Work instruction: In the entries below, spot each line with the word "factor" and copy it.

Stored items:

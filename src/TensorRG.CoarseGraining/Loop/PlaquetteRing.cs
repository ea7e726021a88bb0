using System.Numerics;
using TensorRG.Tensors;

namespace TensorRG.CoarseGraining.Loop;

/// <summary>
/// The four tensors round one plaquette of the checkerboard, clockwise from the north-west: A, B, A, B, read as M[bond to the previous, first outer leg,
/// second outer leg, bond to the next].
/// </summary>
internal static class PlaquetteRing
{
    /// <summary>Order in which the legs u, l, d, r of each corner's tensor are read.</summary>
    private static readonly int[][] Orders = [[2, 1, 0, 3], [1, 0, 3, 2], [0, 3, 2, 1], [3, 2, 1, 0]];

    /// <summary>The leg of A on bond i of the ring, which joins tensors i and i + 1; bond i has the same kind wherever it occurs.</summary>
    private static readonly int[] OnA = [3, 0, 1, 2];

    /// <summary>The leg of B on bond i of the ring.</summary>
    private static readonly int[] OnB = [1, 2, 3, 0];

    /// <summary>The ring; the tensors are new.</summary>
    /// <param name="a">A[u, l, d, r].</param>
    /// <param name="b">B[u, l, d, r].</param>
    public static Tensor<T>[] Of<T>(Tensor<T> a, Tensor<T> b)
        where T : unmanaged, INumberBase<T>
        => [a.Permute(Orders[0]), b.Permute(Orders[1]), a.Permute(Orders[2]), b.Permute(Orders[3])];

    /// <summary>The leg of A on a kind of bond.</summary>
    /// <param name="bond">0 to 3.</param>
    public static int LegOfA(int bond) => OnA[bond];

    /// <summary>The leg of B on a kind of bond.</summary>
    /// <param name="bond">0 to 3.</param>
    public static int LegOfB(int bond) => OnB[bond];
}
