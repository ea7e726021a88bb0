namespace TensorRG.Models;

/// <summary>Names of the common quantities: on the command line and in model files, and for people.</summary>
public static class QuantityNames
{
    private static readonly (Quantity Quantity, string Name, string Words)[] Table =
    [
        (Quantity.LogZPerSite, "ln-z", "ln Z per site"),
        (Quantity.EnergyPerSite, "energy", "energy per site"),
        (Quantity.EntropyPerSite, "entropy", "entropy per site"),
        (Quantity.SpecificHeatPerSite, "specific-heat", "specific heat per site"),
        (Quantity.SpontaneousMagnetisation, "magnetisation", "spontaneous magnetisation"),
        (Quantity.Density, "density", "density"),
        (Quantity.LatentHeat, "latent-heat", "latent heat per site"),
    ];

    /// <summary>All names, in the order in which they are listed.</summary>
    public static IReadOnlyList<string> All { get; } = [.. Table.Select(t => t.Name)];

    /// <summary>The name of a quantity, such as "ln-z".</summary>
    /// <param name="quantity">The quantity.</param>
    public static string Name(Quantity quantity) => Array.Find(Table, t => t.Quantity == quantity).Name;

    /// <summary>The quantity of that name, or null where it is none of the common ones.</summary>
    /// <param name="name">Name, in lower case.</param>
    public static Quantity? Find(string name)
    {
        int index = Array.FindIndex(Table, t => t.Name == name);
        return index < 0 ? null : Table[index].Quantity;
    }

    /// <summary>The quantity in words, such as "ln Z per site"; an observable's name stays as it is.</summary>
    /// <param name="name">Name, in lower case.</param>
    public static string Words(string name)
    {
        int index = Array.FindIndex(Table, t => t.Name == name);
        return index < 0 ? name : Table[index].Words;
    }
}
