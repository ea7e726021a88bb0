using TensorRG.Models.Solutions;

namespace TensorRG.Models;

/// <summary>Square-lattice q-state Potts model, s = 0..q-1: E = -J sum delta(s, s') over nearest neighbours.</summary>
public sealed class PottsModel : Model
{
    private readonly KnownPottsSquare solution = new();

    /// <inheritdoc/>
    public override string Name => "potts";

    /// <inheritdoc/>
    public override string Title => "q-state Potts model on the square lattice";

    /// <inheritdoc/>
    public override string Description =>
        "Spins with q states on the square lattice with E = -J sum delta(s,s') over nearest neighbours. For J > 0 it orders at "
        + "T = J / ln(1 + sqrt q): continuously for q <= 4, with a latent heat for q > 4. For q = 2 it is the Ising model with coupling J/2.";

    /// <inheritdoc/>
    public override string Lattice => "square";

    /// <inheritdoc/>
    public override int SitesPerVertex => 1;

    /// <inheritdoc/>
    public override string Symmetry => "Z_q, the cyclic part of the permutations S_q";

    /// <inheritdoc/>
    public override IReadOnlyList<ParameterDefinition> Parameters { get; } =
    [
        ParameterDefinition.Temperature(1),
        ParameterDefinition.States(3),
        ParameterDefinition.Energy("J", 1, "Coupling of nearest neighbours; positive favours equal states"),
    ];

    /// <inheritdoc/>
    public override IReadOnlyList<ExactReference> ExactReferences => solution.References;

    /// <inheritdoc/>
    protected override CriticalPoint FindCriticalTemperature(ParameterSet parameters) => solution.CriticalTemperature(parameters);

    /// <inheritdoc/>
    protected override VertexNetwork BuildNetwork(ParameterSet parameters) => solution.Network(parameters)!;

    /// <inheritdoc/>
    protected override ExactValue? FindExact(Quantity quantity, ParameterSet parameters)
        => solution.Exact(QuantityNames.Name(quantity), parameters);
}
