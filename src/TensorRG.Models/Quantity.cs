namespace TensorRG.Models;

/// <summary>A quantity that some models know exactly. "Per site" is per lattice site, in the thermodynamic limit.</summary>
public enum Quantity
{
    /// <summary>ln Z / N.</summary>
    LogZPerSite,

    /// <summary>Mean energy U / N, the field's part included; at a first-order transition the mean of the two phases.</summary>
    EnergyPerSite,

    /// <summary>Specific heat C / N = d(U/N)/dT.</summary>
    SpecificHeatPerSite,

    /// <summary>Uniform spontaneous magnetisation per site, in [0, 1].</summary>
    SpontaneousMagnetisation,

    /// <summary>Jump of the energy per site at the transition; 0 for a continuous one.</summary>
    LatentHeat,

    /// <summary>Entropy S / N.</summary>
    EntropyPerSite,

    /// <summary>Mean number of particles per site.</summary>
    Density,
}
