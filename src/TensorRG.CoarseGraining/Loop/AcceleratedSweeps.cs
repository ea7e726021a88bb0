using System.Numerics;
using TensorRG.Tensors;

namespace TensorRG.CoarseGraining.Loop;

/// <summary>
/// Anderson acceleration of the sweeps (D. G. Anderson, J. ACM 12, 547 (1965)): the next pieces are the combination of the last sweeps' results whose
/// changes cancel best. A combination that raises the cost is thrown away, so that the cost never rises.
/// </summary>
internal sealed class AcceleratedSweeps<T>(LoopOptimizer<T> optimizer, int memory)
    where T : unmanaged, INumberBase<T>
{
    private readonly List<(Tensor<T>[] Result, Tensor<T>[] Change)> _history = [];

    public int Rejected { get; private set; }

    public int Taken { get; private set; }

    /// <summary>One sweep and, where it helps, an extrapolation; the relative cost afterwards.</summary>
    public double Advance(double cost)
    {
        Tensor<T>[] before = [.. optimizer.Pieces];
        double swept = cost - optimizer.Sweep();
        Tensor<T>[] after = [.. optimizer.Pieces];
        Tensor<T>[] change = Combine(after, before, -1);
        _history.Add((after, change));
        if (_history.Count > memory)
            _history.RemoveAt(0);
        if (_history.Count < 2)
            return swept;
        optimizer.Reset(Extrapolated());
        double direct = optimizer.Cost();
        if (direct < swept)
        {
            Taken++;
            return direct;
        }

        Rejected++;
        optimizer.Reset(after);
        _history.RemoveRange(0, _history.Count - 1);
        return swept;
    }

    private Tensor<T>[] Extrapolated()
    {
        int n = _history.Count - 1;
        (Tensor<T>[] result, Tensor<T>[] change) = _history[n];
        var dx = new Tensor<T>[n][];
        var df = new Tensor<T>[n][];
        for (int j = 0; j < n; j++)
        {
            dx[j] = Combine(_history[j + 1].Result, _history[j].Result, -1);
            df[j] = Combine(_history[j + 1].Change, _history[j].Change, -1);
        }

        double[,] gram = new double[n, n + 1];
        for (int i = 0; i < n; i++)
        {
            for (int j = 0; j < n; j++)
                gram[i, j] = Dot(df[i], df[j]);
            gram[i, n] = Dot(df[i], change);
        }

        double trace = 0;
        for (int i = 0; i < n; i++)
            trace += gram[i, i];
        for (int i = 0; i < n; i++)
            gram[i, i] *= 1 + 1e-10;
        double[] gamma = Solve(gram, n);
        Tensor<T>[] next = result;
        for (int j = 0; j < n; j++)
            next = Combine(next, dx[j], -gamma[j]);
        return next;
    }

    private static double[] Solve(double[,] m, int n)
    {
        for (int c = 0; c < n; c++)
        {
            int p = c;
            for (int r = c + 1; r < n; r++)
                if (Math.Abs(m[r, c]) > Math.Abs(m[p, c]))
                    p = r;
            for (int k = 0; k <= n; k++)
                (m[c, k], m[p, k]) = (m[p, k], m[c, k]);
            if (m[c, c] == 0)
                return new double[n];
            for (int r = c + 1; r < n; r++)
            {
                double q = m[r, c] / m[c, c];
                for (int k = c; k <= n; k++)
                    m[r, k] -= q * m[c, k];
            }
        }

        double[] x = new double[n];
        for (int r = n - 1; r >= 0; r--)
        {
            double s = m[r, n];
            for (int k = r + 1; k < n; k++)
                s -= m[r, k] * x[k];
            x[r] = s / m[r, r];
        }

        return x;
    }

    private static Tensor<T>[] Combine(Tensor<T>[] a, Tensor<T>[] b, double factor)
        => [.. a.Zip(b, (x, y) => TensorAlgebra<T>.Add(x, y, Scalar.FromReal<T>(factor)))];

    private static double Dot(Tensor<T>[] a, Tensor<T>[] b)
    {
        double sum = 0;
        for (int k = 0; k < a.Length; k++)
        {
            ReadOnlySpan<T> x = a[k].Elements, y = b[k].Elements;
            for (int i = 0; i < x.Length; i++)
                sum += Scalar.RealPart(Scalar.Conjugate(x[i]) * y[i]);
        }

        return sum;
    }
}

---

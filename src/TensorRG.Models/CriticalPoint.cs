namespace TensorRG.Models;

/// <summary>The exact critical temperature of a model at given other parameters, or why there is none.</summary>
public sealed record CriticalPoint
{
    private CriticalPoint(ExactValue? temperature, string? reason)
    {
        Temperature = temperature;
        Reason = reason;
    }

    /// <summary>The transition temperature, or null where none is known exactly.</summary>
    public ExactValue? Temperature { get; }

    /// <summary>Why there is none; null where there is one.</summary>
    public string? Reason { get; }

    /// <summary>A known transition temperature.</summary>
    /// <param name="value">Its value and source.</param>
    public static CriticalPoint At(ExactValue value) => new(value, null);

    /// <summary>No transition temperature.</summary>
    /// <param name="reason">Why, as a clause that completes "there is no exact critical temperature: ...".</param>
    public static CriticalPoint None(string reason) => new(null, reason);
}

Task solution:
    private static Tensor<T>[] Combine(Tensor<T>[] a, Tensor<T>[] b, double factor)
        => [.. a.Zip(b, (x, y) => TensorAlgebra<T>.Add(x, y, Scalar.FromReal<T>(factor)))];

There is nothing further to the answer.